Irwin Mitchell, a large national law firm, has completed a
3m multi-protocol label switching (MPLS) wide-area network (Wan)
implementation to support a new Voice over IP (VoIP)
system.
The company has now finished deploying the VoIP system for 1,800
employees in five main offices across the country.
To prepare for the change, it had to replace its existing frame
relay network ready to carry high-quality voice and data traffic
with MPLS. The network was provided by its incumbent telecoms
operator, Cable and Wireless.
"MPLS was an essential forerunner for VoIP and has the unique
feature of quality of service [QoS] which allows for voice transfer
without getting broken services," said Richard Hodkinson, IT and
operations director at Irwin Mitchell.
With the move to MPLS came a switch in the company's network
topology, away from a star topology centring on its main Sheffield
office, and towards a more resilient one where every site is
connected to every other in a mesh configuration.
The company linked five main offices: Sheffield, Newcastle,
Birmingham, Leeds and London, with the principal offices in
Sheffield moving to a single state-of-the-art building housing
1,000 people. It also connected its satellite office in Marbella to
the network.
"Everyone's become more risk-conscious and business continuity was
a requirement," said Hodkinson. "With MPLS, if Sheffield was lost,
we'd still have a telephone network. Also, each site could have its
own internet connection, which reduces traffic between sites, and
you get continuity of service and better performance."
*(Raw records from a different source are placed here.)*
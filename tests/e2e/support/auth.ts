import { expect, type Page } from '@playwright/test';

export const DEMO_PASSWORD = 'pulseloom-demo';
export const DEMO = {
  experimenter: 'ada.quill@harborlane.test',
  officer: 'tomas.reyes@harborlane.test',
  admin: 'noor.hale@harborlane.test',
  otherLab: 'ines.okafor@ridgeway.test',
} as const;

export async function signInWithPassword(page: Page, email: string, password = DEMO_PASSWORD) {
  await page.goto('/signin');
  await page.getByLabel('E-mail').first().fill(email);
  await page.getByLabel('Password').fill(password);
  await page.getByRole('button', { name: 'Sign in', exact: true }).click();
  await expect(page.getByTestId('user-roles')).toBeVisible();
}

export async function signOut(page: Page) {
  await page.getByRole('button', { name: 'Sign out' }).click();
  await expect(page).toHaveURL(/\/signin/);
}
He added that MPLS provides more bandwidth but does cost more -
about 500,000 more than the previous network. "But you get network
bandwidth, resilience and QoS."
Soon after the network was ready, the law firm completed its
migration to VoIP, with Cisco call managers and Cisco IP Contact
Center (IPCC), which routes calls and carries out
network-to-desktop computer telephony integration (CTI). Each of
the 1,800 employees received handsets.
Hodkinson said that VoIP products had matured to such a degree that
the risks of adoption were low. "Cost savings weren't the driver
for VoIP, and the unified messaging and other features were not
enough to drive usage," he said.
Hodkinson added that it was time to retire the firm's ageing
Meridian, BT and Nortel PBXs, which were well over 10 years old.